Bench-scale Microfluidic Manufacturing of Cross-linked Polyester Microparticles

Polymeric microparticles used as long-acting drug delivery systems provide advantages relative to conventional oral dosage forms including improved efficacy and safety. However, development of these formulations, including generics, is constrained by current manufacturing techniques. Conventional approaches have limited control over process parameters and are difficult to scale. Droplet microfluidic techniques produce individual particles sequentially enabling unparalleled consistency on key material properties including particle size and dispersity. While microfluidics approaches have much promise, including affording continuous rather than batch production; designing, constructing, and operating these systems is challenging reducing adoption by formulation scientists.

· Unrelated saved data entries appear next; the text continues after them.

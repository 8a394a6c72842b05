"""Compute a plan's covariates and gather them into a :class:`RunResult`.

``run`` and ``refresh`` both go through :func:`execute`: ``run`` computes
every piece, ``refresh`` only those that are due; both record their pieces in
the same state folder, so after a ``run`` a ``refresh`` with nothing new does
nothing.
"""

from __future__ import annotations

import contextlib
import time
from dataclasses import dataclass, field
from datetime import datetime, timezone

import numpy as np
import pandas as pd

from covextract.core.progress import Progress
from covextract.covariates import ComputeContext, Outcome

__all__ = ["RunResult", "run", "execution_settings", "Assembly", "compute_covariate"]


@dataclass
class RunResult:
    """What a run produced.

    Attributes
    ----------
    table : pandas.DataFrame
        The study table with the new columns appended (``output.drop`` removed).
    columns : list of str
        The new table columns, in order.
    codebook : list of dict
        One row per new column (table and long panel), see
        :data:`covextract.outputs.codebook.CODEBOOK_FIELDS`.
    outputs : dict
        Written files by role (empty with ``write=False``).
    summary : dict
        Counts for the command line's summary.
    panel : pandas.DataFrame or None
        The long panel (``<id>``, column, period_start, period_end, value, qa).
    units : dict
        The unit sets (ids, geometries in their own CRS, QA) by unit key.
    layers : dict
        Per layer: grid metadata, unit, what it reads (``reads``), its band-math
        index (``index``, empty for none) and the recipe's source, version,
        citation, license.
    id_column : str
        The study's id column name.
    """

    table: pd.DataFrame
    columns: list[str]
    codebook: list[dict]
    outputs: dict
    summary: dict
    panel: pd.DataFrame | None = None
    units: dict = field(default_factory=dict)
    layers: dict = field(default_factory=dict)
    id_column: str = "id"


@contextlib.contextmanager
def execution_settings(recipe, threads=None, scheduler=None):
    """``(threads, client)`` of a run: arguments first, then the recipe's ``execution``.

    ``client`` is a connected dask.distributed client when a scheduler is set
    (closed on exit), else None.
    """
    execution = getattr(recipe, "execution", None)
    threads = threads if threads is not None else getattr(execution, "threads", None)
    scheduler = scheduler if scheduler is not None else getattr(execution, "scheduler", None)
    client = None
    if scheduler:
        from covextract.engine.cluster import connect

        client = connect(scheduler)
    try:
        yield threads, client
    finally:
        if client is not None:
            client.close()


def _blocks(cov, plan) -> int:
    from covextract.engine.zonal import estimate_entries

    src = cov.source(plan)
    geoms = plan.unit_sets[cov.unit_key].to_crs(src.grid.crs)
    est = int(estimate_entries(geoms, src.grid).sum())
    return len(src.grid.block_windows()) if est else 0


def compute_covariate(
    plan, cov, cache, *, progress: Progress, threads=None, client=None, period_values=None
) -> Outcome:
    """Compute one covariate of a plan, reporting its blocks to ``progress``."""
    progress.start(
        f"{cov.qa_column[:-3] or cov.prefix} (layer {cov.layer_name})", _blocks(cov, plan)
    )
    ctx = ComputeContext(
        plan,
        cache,
        threads=threads,
        client=client,
        advance=progress.advance,
        period_values=period_values,
    )
    try:
        return cov.compute(ctx)
    finally:
        progress.finish()


class Assembly:
    """Collects covariate outcomes in plan order and turns them into a :class:`RunResult`."""

    def __init__(self, plan) -> None:
        self.plan = plan
        self.values: dict = {}
        self.codebook: list[dict] = []
        self.qa_counts: dict = {}
        self.n_missing: dict = {}
        self.weights_built = 0
        self.workers: set = set()
        self.learnt: dict = {}
        self.panels: list = []

    def add(self, cov, outcome: Outcome) -> None:
        """Add one covariate's outcome (computed now or loaded from the state folder)."""
        units = self.plan.unit_sets[cov.unit_key]
        cov.warn(outcome, len(units), units.qa)
        self.values.update(outcome.values)
        if outcome.panel is not None:
            self.panels.append(outcome.panel)
        self.weights_built += outcome.weights_builds
        self.workers |= outcome.workers
        if outcome.learnt:
            self.learnt[cov.prefix] = outcome.learnt
        qa = [
            ";".join(dict.fromkeys(list(u) + list(z)))
            for u, z in zip(units.qa, outcome.qa, strict=True)
        ]
        if cov.qa_column:
            self.values[cov.qa_column] = qa
        self.n_missing[cov.prefix] = int(np.sum(np.asarray(outcome.valid_share) == 0))
        for q in qa:
            for code in filter(None, q.split(";")):
                self.qa_counts[code] = self.qa_counts.get(code, 0) + 1
        self.codebook.extend(cov.describe(self.plan, outcome.learnt))

    def finish(self, *, cache) -> RunResult:
        """The result: the augmented table, the panel, the codebook and the summary."""
        from covextract.outputs.table import augment_table

        plan, recipe = self.plan, self.plan.recipe
        frame = plan.table.frame
        # Numbers stay numbers in the returned table and in Parquet/GeoPackage outputs;
        # write_table turns them into round-trip text only for a CSV file.
        augmented = augment_table(frame, self.values, as_text=False)
        drop = [c for c in recipe.output.drop if c in augmented.columns]
        written = augmented.drop(columns=drop)
        id_column = recipe.study.id
        panel = None
        if self.panels:
            panel = pd.concat(self.panels, ignore_index=True).rename(columns={"unit": id_column})
        layers = {
            name: {
                "crs": src.grid.crs.to_string(),
                "width": src.grid.width,
                "height": src.grid.height,
                "transform": list(src.grid.transform)[:6],
                "area_varies": bool(src.grid.area_varies),
                "unit": recipe.layers[name].unit or "",
                # what the layer reads (no private folders) and its band-math index, for the
                # codebook's layer summary and the methods paragraph's references
                "reads": plan.layers[name].describe(),
                "index": recipe.layers[name].index or "",
                "source": recipe.layers[name].source or "",
                "version": recipe.layers[name].version or "",
                "citation": recipe.layers[name].citation or "",
                "license": recipe.layers[name].license or "",
            }
            for name, src in plan.sources.items()
        }
        table_columns = list(self.values)
        summary = {
            "units": len(frame),
            "layers": sorted({c.layer_name for c in plan.covariates}),
            "columns": table_columns,
            "value_columns": [c for c in table_columns if not c.endswith("_qa")],
            "qa_columns": [c.qa_column for c in plan.covariates if c.qa_column],
            "panel_columns": [
                col.name for c in plan.covariates for col in c.columns if col.where == "panel"
            ],
            "units_without_values": self.n_missing,
            "qa_counts": self.qa_counts,
            "weights_built": self.weights_built,
            "weights_loaded": getattr(cache, "loaded", getattr(cache, "hits", 0)),
            "weights_reused": getattr(cache, "reused", 0),
            "weights_from_cache": getattr(cache, "hits", 0),
            "workers": sorted(self.workers),
            "proxy_fits": {k: v["fit"] for k, v in self.learnt.items() if v.get("fit")},
        }
        return RunResult(
            written,
            table_columns,
            self.codebook,
            {},
            summary,
            panel=panel,
            units=dict(plan.unit_sets),
            layers=layers,
            id_column=id_column,
        )


def run(
    recipe,
    *,
    write: bool = True,
    progress: Progress | None = None,
    threads: int | None = None,
    scheduler: str | None = None,
    overwrite: bool = False,
) -> RunResult:
    """Compute every covariate of a recipe; write the outputs unless ``write=False``.

    Parameters
    ----------
    recipe : path, dict or Recipe
        The recipe (a YAML path, a dict, or a loaded recipe).
    write : bool
        Write the table, codebook, panel and manifest (atomically, manifest
        last) and record every computed piece in the state folder, so that a
        later ``refresh`` computes only what is new.
    progress : Progress, optional
        Receives progress events (see :class:`covextract.core.progress.Progress`);
        the command line passes one that draws a bar or prints log lines.
    threads : int, optional
        Local threads for block tasks (overrides ``execution.threads``).
    scheduler : str, optional
        Address of a running dask.distributed scheduler (``tcp://HOST:PORT``;
        overrides ``execution.scheduler``). Workers must see the same paths.
    overwrite : bool
        Replace existing files that covextract did not write (an output path
        that names an input is refused whatever this says).

    Returns
    -------
    RunResult
        ``result.table`` is the study table with the new columns appended.
    """
    from covextract.run.plan import plan_recipe

    progress = progress if progress is not None else Progress()
    started = datetime.now(timezone.utc)
    clock = time.perf_counter()
    plan = plan_recipe(recipe, outputs=write, overwrite=overwrite)
    note_compiling(plan, progress)
    if write:
        from covextract.run.incremental import execute_incremental

        result = execute_incremental(
            plan,
            started,
            progress=progress,
            threads=threads,
            scheduler=scheduler,
            recompute=True,
            skip_when_current=False,
        ).run
    else:
        from covextract.state.cache import WeightCache

        cache = WeightCache(None)
        with execution_settings(plan.recipe, threads, scheduler) as (threads, client):
            assembly = Assembly(plan)
            for cov in plan.covariates:
                outcome = compute_covariate(
                    plan, cov, cache, progress=progress, threads=threads, client=client
                )
                assembly.add(cov, outcome)
            result = assembly.finish(cache=cache)
    result.summary["seconds"] = round(time.perf_counter() - clock, 3)
    return result


def note_compiling(plan, progress: Progress) -> None:
    from covextract.engine.compile_state import kernels_need_compiling

    if kernels_need_compiling({c.rule for c in plan.covariates}):
        progress.note(
            "compiling the engine's kernels once for this installation (about 15 s; later "
            "runs skip this)"
        )
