def plan_recipe(
    recipe, *, collect: bool = False, outputs: bool = True, overwrite: bool = False
) -> Plan:
    """Resolve a recipe into a :class:`Plan`, opening every input but reading no pixels.

    Parameters
    ----------
    recipe : path, dict or Recipe
        The recipe.
    collect : bool
        Collect every problem into ``plan.problems`` instead of raising at the
        first one (what ``covextract check`` does).
    outputs : bool
        Check the output paths (:mod:`covextract.outputs.guard`: never an
        input, never a file covextract did not write) and that their folders
        are writable and have room, before anything is computed. ``status``
        and ``run(write=False)`` write nothing and skip it.
    overwrite : bool
        Allow replacing existing files covextract did not write.

    Raises
    ------
    CovextractError
        On the first problem, unless ``collect``.
    """
    from covextract.io.tables import read_study_table

    recipe = load(recipe)
    problems: list = []
    file = str(recipe.source_file) if getattr(recipe, "source_file", None) else None

    def problem(exc_or_msg, key=None):
        if not collect:
            if isinstance(exc_or_msg, BaseException):
                raise exc_or_msg
            raise RecipeError(
                [RecipeProblem(exc_or_msg, key=key, file=file, line=_line(recipe, key))]
            )
        if isinstance(exc_or_msg, RecipeError):
            problems.extend(exc_or_msg.problems)
        else:
            text = str(exc_or_msg)
            if key and text.startswith(f"{key}: "):
                text = text[len(key) + 2 :]  # the problem's prefix names the key already
            problems.append(RecipeProblem(text, key=key, file=file, line=_line(recipe, key)))

    paths = output_paths(recipe)
    table_path = recipe.resolve(recipe.study.table)
    table = None
    try:
        table = read_study_table(table_path, layer=getattr(recipe.study, "layer", None))
    except CovextractError as exc:
        problem(exc, "study.table")
    if table is not None:
        _check_table(recipe, table, table_path, paths, problem)
        # Shared outputs that keep exact locations get a warning, at check and at run.
        from covextract.run.confidential import warn_if_coordinates_kept

        warn_if_coordinates_kept(recipe, table, paths["table"])
        _check_record_dates(recipe, table, problem)

    # units
    from covextract.covariates.base import unit_key

    unit_sets: dict = {}
    keys = list(dict.fromkeys(unit_key(recipe, cov) for cov in recipe.covariates))
    if table is not None:
        boundaries_cache: dict = {}
        for k in keys:
            try:
                # Re-emit the unit builder's warnings at the caller's line, so they point at
                # user code and each filter applies once there.
                with warnings.catch_warnings(record=True) as caught:
                    warnings.simplefilter("always")
                    unit_sets[k] = _build_unit_set(recipe, table, k, boundaries_cache)
                for w in caught:
                    warnings.warn(w.message, w.category, stacklevel=user_stacklevel())
            except CovextractError as exc:
                problem(exc, "units")
                break

    # layers
    layers, sources, series = _open_layers(recipe, problem)

    # covariates: each entry becomes an object of its kind, which names its columns
    ctx = PlanContext(recipe, table, unit_sets, sources, series, problem)
    covariates: list[Covariate] = []
    for i, spec in enumerate(recipe.covariates):
        layer = recipe.layers[spec.layer]
        kind = kind_for(spec, layer)
        if kind is None:
            problem(
                f"{entry_label(i, spec.layer)}: no covariate kind takes this entry; "
                "a series layer needs one of periods:, before:, trend: or change:",
                f"covariates[{i}]",
            )
            continue
        cov = kind(i, spec, recipe)
        if cov.plan(ctx):
            covariates.append(cov)
    existing = set(table.frame.columns) if table is not None else set()
    assign_names(covariates, existing, problem)

    # units overlap each layer's extent
    for cov in covariates:
        us = unit_sets.get(cov.unit_key)
        src = sources.get(cov.layer_name)
        if us is None or src is None:
            continue
        try:
            n_out = _count_outside(us, src.grid)
        except CovextractError as exc:
            problem(exc, cov.where())
            continue
        n_geom = sum(g is not None for g in us.geometry)
        if n_geom and n_out == n_geom:
            problem(
                f"no unit overlaps layer {cov.layer_name!r} (grid bounds {src.grid.bounds} in "
                f"{src.grid.crs.to_string()}); check the layer file and the study's CRS",
                cov.where("layer"),
            )
    plan = Plan(recipe, table, unit_sets, sources, covariates, paths, problems, series, layers)
    if outputs:
        _guard(plan, overwrite, collect, problems, file)
    return plan


def _guard(plan, overwrite, collect, problems, file) -> None:
    """The output guard, then writability and free space (only when the paths are sound)."""
    from covextract.outputs.guard import check_room, guard_outputs

    recipe = plan.recipe
    try:
        inputs = input_files(plan) if plan.table is not None else []
    except CovextractError:  # a partial plan: the recipe's own paths suffice
        inputs = []
    found = guard_outputs(recipe, plan.output_paths, inputs=inputs, overwrite=overwrite)
    if not found:
        rows = len(plan.table.frame) if plan.table is not None else 0
        columns = (len(plan.table.frame.columns) if plan.table is not None else 0) + sum(
            len(c.columns) for c in plan.covariates
        )
        found = check_room(recipe, plan.output_paths, rows=rows, columns=columns)
    for key, message in found:
        if not collect:
            raise OutputError(message)
        problems.append(_NamedProblem(message, key=key, file=file, line=_line(recipe, key)))


class _NamedProblem(RecipeProblem):
    """A problem whose message starts with its key: the prefix gives only file and line."""

    __slots__ = ()

    def __str__(self) -> str:
        if self.file:
            return f"{self.file}{f':{self.line}' if self.line else ''}: {self.message}"
        return self.message


def _check_record_dates(recipe, table, problem) -> None:
    """Read the record dates now, so unreadable dates stop ``check``, not a finished run."""
    from covextract.io.tables import parse_record_dates

    name = recipe.study.date
    if name and name in table.frame.columns:
        try:
            parse_record_dates(table.frame, name, recipe.study.date_format)
        except CovextractError as exc:
            problem(exc, "study.date")


def _check_table(recipe, table, table_path, paths, problem) -> None:
    # output paths against the inputs: covextract.outputs.guard, at the end of planning
    gpkg = gpkg_problem(recipe, table, paths["table"])
    if gpkg is not None:
        problem(gpkg, "output.table")
    name = recipe.study.date
    if name and name not in table.frame.columns:
        problem(missing_column(name, table.frame.columns, "study.date"), "study.date")
    for col in recipe.output.drop:
        if col not in table.frame.columns:
            problem(missing_column(col, table.frame.columns, "output.drop"), "output.drop")


def _open_layers(recipe, problem) -> tuple[dict, dict]:
    """Every layer some covariate uses: ``(layers, sources, series)``.

    ``layers`` holds the opened :class:`~covextract.sources.base.LayerSource`
    of each layer, ``sources`` what the engine reads (a series: its first
    period), ``series`` the series indexes.
    """
    from covextract.sources.registry import open_source

    used = set()
    for c in recipe.covariates:
        used |= {c.layer, getattr(c, "since", None), getattr(c, "weight_by", None)}
    layers, sources, series = {}, {}, {}
    for name, layer in recipe.layers.items():
        if name not in used:
            continue
        try:
            opened = open_source(name, layer, resolve=recipe.resolve, base_dir=recipe.base_dir)
        except CovextractError as exc:
            problem(exc, f"layers.{name}.{'bands' if layer.bands else 'file'}")
            continue
        layers[name] = opened
        if opened.is_series:
            series[name] = opened.source
            sources[name] = opened.source.source(opened.source.periods[0])
        else:
            sources[name] = opened.source
    return layers, sources, series


def _layer_files(plan, name) -> list:
    return plan.layers[name].input_files()


def _line(recipe, key):
    if key is None or not hasattr(recipe, "line_of"):
        return None
    try:
        return recipe.line_of(key)
    except Exception:  # noqa: BLE001 - a missing line number is not an error
        return None


def _count_outside(units, grid) -> int:
    """Units with a geometry whose bounding box misses the grid."""
    from covextract.engine.zonal import geometry_flags

    has, meets = geometry_flags(units.to_crs(grid.crs), grid, len(units))
    return int((has & ~meets).sum())


def gpkg_problem(recipe, table, path) -> OutputError | None:
    """Why a GeoPackage output cannot be written for this study table, or None.

    Checked while planning, so ``check`` reports it and a run stops before computing.
    """
    from covextract.outputs.table import table_format

    if table_format(path) != "gpkg" or table.geometry is not None:
        return None
    p = recipe.study.points
    if p is None:
        return OutputError(
            f"output.table {path.name} is a GeoPackage, which needs a geometry for each "
            "record, but the study table has neither geometries nor study.points. Write "
            ".csv or .parquet instead."
        )
    dropped = [c for c in (p.x, p.y) if c in set(recipe.output.drop)]
    if dropped:
        return OutputError(
            f"output.table {path.name} is a GeoPackage, which carries each record's location, "
            f"but output.drop removes the coordinate column(s) {', '.join(dropped)}. Write "
            ".csv or .parquet to share a table without locations, or keep the coordinates."
        )
    return None
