def geometry_flags(geoms, grid, n: int):
    """Per unit: has a usable geometry; its bounding box meets the grid."""
    import shapely

    if geoms is None:
        return np.ones(n, bool), np.ones(n, bool)
    arr = np.array(list(geoms), dtype=object)
    present = np.array([g is not None for g in arr], dtype=bool)
    has = present.copy()
    has[present] = ~shapely.is_empty(arr[present].astype(object))
    bounds = np.full((n, 4), np.nan)
    if has.any():
        bounds[has] = shapely.bounds(arr[has].astype(object))
    gx0, gy0, gx1, gy1 = grid.bounds
    with np.errstate(invalid="ignore"):
        meets = (
            (bounds[:, 0] <= gx1)
            & (bounds[:, 2] >= gx0)
            & (bounds[:, 1] <= gy1)
            & (bounds[:, 3] >= gy0)
        )
    return has, meets & has


#: Default bound on the weights held at once, per group of units: weight
#: entries plus runs (about 12 bytes each, plus 32 bytes each while they are
#: built). When percentiles are asked for, every covered pixel of the group
#: also becomes a (unit, value, weight) triple (20 bytes per valid pixel), so
#: groups are then bounded by covered pixels instead (see :func:`unit_groups`).
MAX_ENTRIES = 12_000_000


def estimate_entries(geoms, grid, *, runs: bool = False) -> np.ndarray:
    """Estimated weights of each unit, from its bounding box in pixels.

    ``runs=False``: covered pixels, bounded by the box's area (one entry per
    pixel, or one percentile triple). ``runs=True``: stored items of weights
    built with runs, about the boundary cells (the box's perimeter) plus one
    run per row and block column crossed; far fewer for large units (a 5 km
    buffer at 100 m: about 600 + 200 instead of 10 000). An estimate, not a
    bound: a very jagged outline has more boundary cells than its box's perimeter.
    """
    import shapely

    n = len(geoms)
    est = np.zeros(n)
    arr = np.array(list(geoms), dtype=object)
    have = np.array([g is not None and not g.is_empty for g in arr], dtype=bool)
    if not have.any():
        return est
    b = shapely.bounds(arr[have].astype(object))
    t = grid.transform
    w = np.minimum(np.abs((b[:, 2] - b[:, 0]) / t.a) + 2, grid.width + 2)
    h = np.minimum(np.abs((b[:, 3] - b[:, 1]) / t.e) + 2, grid.height + 2)
    if not runs:
        est[have] = w * h
        return est
    bw = grid.block_shape[1] or grid.width
    # boundary cells of a convex outline are about its box's perimeter; the
    # overlap kernel also stores the cell after each boundary cell where the
    # cover lands, hence 1.5 perimeters (measured on discs in the tests)
    boundary = 3.0 * (w + h)
    est[have] = np.minimum(w * h, boundary + h * (1.0 + np.ceil(w / bw)))
    return est


def unit_groups(
    geoms, grid, max_entries: int = MAX_ENTRIES, *, runs: bool = False
) -> list[np.ndarray]:
    """Split units into spatially compact groups of bounded weight size.

    Units are ordered by the raster block holding their centre (row-major),
    so consecutive groups touch neighbouring blocks and few blocks are read
    by more than one group. One group (all units, in order) when they fit.
    ``runs`` chooses what ``max_entries`` bounds (:func:`estimate_entries`):
    stored entries plus runs (``True``, when no per-pixel distribution is
    kept) or covered pixels (``False``, the default: percentiles).
    """
    import shapely

    n = len(geoms)
    est = estimate_entries(geoms, grid, runs=runs)
    if est.sum() <= max_entries:
        return [np.arange(n)]
    arr = np.array(list(geoms), dtype=object)
    have = np.array([g is not None and not g.is_empty for g in arr], dtype=bool)
    key_row = np.full(n, np.inf)
    key_col = np.full(n, np.inf)
    if have.any():
        b = shapely.bounds(arr[have].astype(object))
        cx, cy = (b[:, 0] + b[:, 2]) / 2, (b[:, 1] + b[:, 3]) / 2
        inv = ~grid.transform
        col = inv.a * cx + inv.b * cy + inv.c
        row = inv.d * cx + inv.e * cy + inv.f
        bh = grid.block_shape[0] or 256
        key_row[have] = np.floor(row / bh)
        key_col[have] = col
    order = np.lexsort((key_col, key_row))
    groups, current, size = [], [], 0.0
    for i in order:
        if current and size + est[i] > max_entries:
            groups.append(np.array(sorted(current)))
            current, size = [], 0.0
        current.append(i)
        size += est[i]
    if current:
        groups.append(np.array(sorted(current)))
    return groups


def zonal_units(
    source,
    geoms,
    stats: list,
    *,
    rule: str = "overlap",
    area_weighting="auto",
    threshold: float | None = None,
    cache=None,
    units_fingerprint: str | None = None,
    max_entries: int = MAX_ENTRIES,
    progress=None,
    threads: int | None = None,
    client=None,
    categorical: dict | None = None,
) -> ZonalResult:
    """:func:`zonal` over many units in bounded groups, with cached weights.

    Memory is bounded by ``max_entries`` per group (stored entries plus
    runs, or covered pixels when percentiles are asked for; see
    :data:`MAX_ENTRIES`) rather than by the whole unit set; each group's
    weights are cached under a key made of the grid, the units'
    fingerprint, the rule and the group.
    Results are scattered back in the units' order.
    """
    import hashlib

    from covextract.engine.weights import weights_key

    geoms = np.array(list(geoms), dtype=object)
    n = len(geoms)
    # percentiles keep a triple per covered pixel of the group: bound the pixels then
    per_pixel = categorical is None and any(s.needs_distribution for s in stats)
    groups = unit_groups(geoms, source.grid, max_entries, runs=not per_pixel)
    out_values: dict = {}
    qa: list = [[] for _ in range(n)]
    vshare = np.zeros(n)
    total = ZonalResult(values=out_values, qa=qa, valid_share=vshare)
    built = 0
    for members in groups:
        sub = geoms[members]
        ws = None
        key = None
        if cache is not None and units_fingerprint is not None:
            tag = units_fingerprint
            if len(groups) > 1:
                tag += ":" + hashlib.sha256(members.astype(np.int64).tobytes()).hexdigest()[:16]
            key = weights_key(source.grid.fingerprint, tag, rule)
            ws = cache.get(key)
        if ws is None:
            ws = build_weights(sub, source.grid, rule)
            built += 1
            if cache is not None and key is not None:
                cache.put(key, ws)
        res = zonal(
            source,
            sub,
            stats,
            rule=rule,
            area_weighting=area_weighting,
            threshold=threshold,
            weights=ws,
            progress=progress,
            threads=threads,
            client=client,
            categorical=categorical,
        )
        total.unknown_codes = sorted(set(total.unknown_codes) | set(res.unknown_codes))
        for name, arr in res.values.items():
            if name not in out_values:
                if arr.dtype.kind in "iu":
                    out_values[name] = np.zeros(n, dtype=arr.dtype)
                elif arr.dtype.kind == "O":
                    out_values[name] = np.full(n, None, dtype=object)
                else:
                    out_values[name] = np.full(n, np.nan)
            out_values[name][members] = arr
        for j, i in enumerate(members):
            qa[i] = res.qa[j]
        vshare[members] = res.valid_share
        total.blocks_read += res.blocks_read
        total.read_seconds += res.read_seconds
        total.reduce_seconds += res.reduce_seconds
        total.workers |= res.workers
    total.weights_built = built > 0
    total.groups = len(groups)
    total.weights_builds = built
    return total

Herein, we describe the operation of a modular microfluidic system built with commercially available components to prepare photo-cross-linked microparticles by droplet generation, inline dilution, and inline irradiation with UV. We synthesized monodisperse cross-linked polyester microparticles with a median size of 37.6 ± 0.4 μm at 20, 60 and 120 mg batch sizes with average yields of 92 ± 5 %. Additionally, as a means to tailor material properties, particles were produced at varying degrees of cross-linking. The particle’s properties were further characterized, loaded with celecoxib at a low and a high level, then the in vitro drug release evaluated. Overall, the degree of cross-linking and drug loading modulated key formulation properties such as in vitro release rate. With this work, we showcase the potential of microfluidic systems and aim to foster further adoption of microfluidic techniques to manufacture comparable materials.